Stochastic: As usual, I’ll be throwing the Stochastic indicator on my charts, with its parameters set at (14,3,3). This will help me determine whether a pair is overbought (above 80) or oversold (below 20). At the same time, I will be watching it closely for any divergences that may materialize.
Fibonacci Retracement Levels: If you’ve noticed, I’m a big fan of Fib retracement levels. I’ll be using this tool often to locate potential retracement zones.
News Events: Since discretionary trading involves not just technical analysis but fundamental analysis as well, I’ll be taking note of any economic releases or news events that earned reactions from the markets.
Price Action Review
Let me give you an example of what I plan to do starting next week:
July 5- July 9, 2010 – EUR/JPY Price Action Review
Looking back, the week of July 5 to July 9, 2010 was another pretty good week for the euro, as risk appetite began to pick up. While EUR/JPY did dip to start the week, it soon found support once news came out that the EU would be implementing stress tests on their banks. This showed that European leaders were taking the right steps towards stabilizing and ensuring the future of the financial system. Euro bulls rode the positive sentiment, pushing EUR/JPY up nearly 300 pips from its lows of the week.
So how did price react to technical levels during this week?
Initially, the pair had a difficult time breaking through the previous week’s high at 110.76. After retesting minor support at 109.50, EUR/JPY made a strong up move, pushing higher and eventually breaking through the PWH. The pair continued to shoot higher, finding minor resistance at 112.00, before finally testing the top WATR. By that time, Stochastic was severely overbought, indicating that buying pressure had run out. EUR/JPY eventually gave back some of its losses and closed just below 112.00.
If you had spotted the bullish divergence that formed, then you could have made some serious money. You could have gone long at 109.50, after price found minor support and bearish divergence had formed. Going long with a 100 pip stop (putting it past the previous low), while aiming for resistance at the PWH would have resulted in decent 1.25:1 reward-to-risk ratio. If you were a little more ambitious, you could have aimed for the top WATR, at 112.30. This would have gotten you about 280 pips, and would have resulted in a sweet 2.8:1 reward-to-risk win! Pretty sweet, eh?

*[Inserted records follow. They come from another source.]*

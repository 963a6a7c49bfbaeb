package org.tracegas.importer.example;

import java.io.IOException;
import java.nio.charset.StandardCharsets;
import java.nio.file.Files;
import java.nio.file.Path;
import java.util.LinkedHashMap;
import java.util.List;
import java.util.Locale;
import java.util.Map;

import org.tracegas.importer.ImportException;
import org.tracegas.importer.ImportOptions;
import org.tracegas.importer.ImportReader;
import org.tracegas.importer.ImportedData;
import org.tracegas.importer.ImportedSpectrum;
import org.tracegas.importer.Recognition;
import org.tracegas.spectrum.AxisUnit;
import org.tracegas.spectrum.Ordinate;
import org.tracegas.spectrum.SpectralAxis;
import org.tracegas.spectrum.Spectrum;

/**
 * Reads the spectrum export of an invented example FTIR analyzer, an example format of this product:
 *
 * <pre>
 * EXAMPLE FTIR EXPORT 1
 * serial: EX-0042
 * acquired: 2026-11-30T10:15:00Z
 * quantity: absorbance            (absorbance or transmittance)
 * points: 3
 * data:                           (wavenumber in cm-1, value; separated by blanks)
 * 1000.0 0.0125
 * 1000.5 0.0130
 * 1001.0 0.0128
 * end
 * </pre>
 *
 * Header lines are {@code key: value}; all header lines are kept as metadata.
 */
public final class ExampleExportReader implements ImportReader {

    static final String MAGIC = "EXAMPLE FTIR EXPORT";

    @Override
    public Recognition recognise(byte[] head, String fileName) {
        String text = new String(head, StandardCharsets.ISO_8859_1);
        if (text.startsWith(MAGIC + " 1")) {
            return new Recognition(0.99, "first line is the example FTIR export header");
        }
        return Recognition.no("first line is not the example FTIR export header");
    }

    @Override
    public ImportedData read(Path file, ImportOptions options) throws ImportException {
        String source = file.toString();
        List<String> lines;
        try {
            if (Files.size(file) > options.maxWholeFileBytes()) {
                throw new ImportException(source, 0, "file size", Files.size(file) + " bytes exceed the limit of "
                        + options.maxWholeFileBytes());
            }
            lines = Files.readAllLines(file, StandardCharsets.UTF_8);
        } catch (IOException e) {
            throw new ImportException(source, 0, "file", "cannot be read: " + e.getMessage(), e);
        }
        if (lines.isEmpty()) {
            throw new ImportException(source, 0, "file", "is empty");
        }
        if (!lines.get(0).trim().equals(MAGIC + " 1")) {
            throw new ImportException(source, 1, "header", "expected '" + MAGIC + " 1'");
        }
        Map<String, String> metadata = new LinkedHashMap<>();
        Map<String, Integer> keyLines = new LinkedHashMap<>();
        int i = 1;
        for (; i < lines.size() && !lines.get(i).trim().equals("data:"); i++) {
            String line = lines.get(i);
            int colon = line.indexOf(':');
            if (colon < 1) {
                throw new ImportException(source, i + 1, "header", "expected 'key: value'");
            }
            metadata.put(line.substring(0, colon).trim(), line.substring(colon + 1).trim());
            keyLines.put(line.substring(0, colon).trim(), i + 1);
        }
        int dataLine = i + 1; // where a missing key is noticed
        int points = points(metadata, source, keyLines.getOrDefault("points", dataLine));
        Ordinate ordinate = ordinate(metadata, source, keyLines.getOrDefault("quantity", dataLine));
        if (i + points + 1 >= lines.size() || !lines.get(i + points + 1).trim().equals("end")) {
            throw new ImportException(source, Math.min(lines.size(), i + points + 2), "data",
                    "expected " + points + " data lines after 'data:' and then 'end' (truncated file?)");
        }
        double[] x = new double[points];
        double[] y = new double[points];
        for (int k = 0; k < points; k++) {
            int lineNo = i + 2 + k;
            String[] f = lines.get(i + 1 + k).trim().split("\\s+");
            if (f.length != 2) {
                throw new ImportException(source, lineNo, "data", "expected 'wavenumber value'");
            }
            x[k] = number(f[0], source, lineNo, "wavenumber");
            y[k] = number(f[1], source, lineNo, "value");
        }
        SpectralAxis axis;
        try {
            axis = SpectralAxis.of(AxisUnit.WAVENUMBER, x);
        } catch (IllegalArgumentException e) {
            throw new ImportException(source, i + 2, "wavenumber", e.getMessage());
        }
        return new ImportedData(source, "Example FTIR export 1", List.of(new ImportedSpectrum(
                new Spectrum(axis, y, ordinate), metadata, 1, i + points + 2)));
    }

    private static int points(Map<String, String> metadata, String source, int line) throws ImportException {
        String text = metadata.get("points");
        try {
            int n = Integer.parseInt(text == null ? "" : text);
            if (n >= 1) {
                return n;
            }
        } catch (NumberFormatException e) {
            // reported below
        }
        throw new ImportException(source, line, "points", "needs a positive integer, was '" + text + "'");
    }

    private static Ordinate ordinate(Map<String, String> metadata, String source, int line)
            throws ImportException {
        String q = metadata.getOrDefault("quantity", "").toLowerCase(Locale.ROOT);
        return switch (q) {
            case "absorbance" -> Ordinate.ABSORBANCE;
            case "transmittance" -> Ordinate.TRANSMITTANCE;
            default -> throw new ImportException(source, line, "quantity", "unknown quantity '" + q
                    + "' (absorbance or transmittance)");
        };
    }

    private static double number(String text, String source, int line, String field) throws ImportException {
        try {
            double v = Double.parseDouble(text);
            if (Double.isFinite(v) && !text.matches(".*[xXpPdDfF].*")) {
                return v;
            }
        } catch (NumberFormatException e) {
            // reported below
        }
        throw new ImportException(source, line, field, "not a finite number: '" + text + "'");
    }
}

This could have been even bigger if I kept adding to my winning position. It’s a skill that needs more refining, but if perfected, it could lead to some humungous gains.
Why do all of this???
You might be asking, what’s the point of reviewing this? It’s not like you can take the trade anymore!
No, I can’t take the trade, and yes, it is in the past. But that’s not the point!
Like I said earlier, the purpose of this exercise is to train ourselves to see how price reacts to certain news as well as to key technical levels. In reviewing the past, we can add to our memory trading bank and exponentially multiply our trading experience.
Just take a cue from some of the best athletes in the world. Guys like Kobe Bryant and Peyton Manning are notorious for spending hours upon hours review game tape. They do this to find out other players tendencies (in our case, market tendencies) as well as to learn what they did wrong and how can they can improve.
Even the big boys over at Wall Street do this, taping their screens and going through the process over and over, trying to embed in their minds familiar setups, so that the next time it comes rolling around, a light bulb will pop up over their head and they’ll think, “Aha, I’ve seen this one before. It’s a high probability setup. I think I’ll take it!”
I do believe that by doing this, it will help me develop a knack for spotting better entry and exits on my trades. In addition, it will help me develop a very crucial but many times overlooked skill – risk management!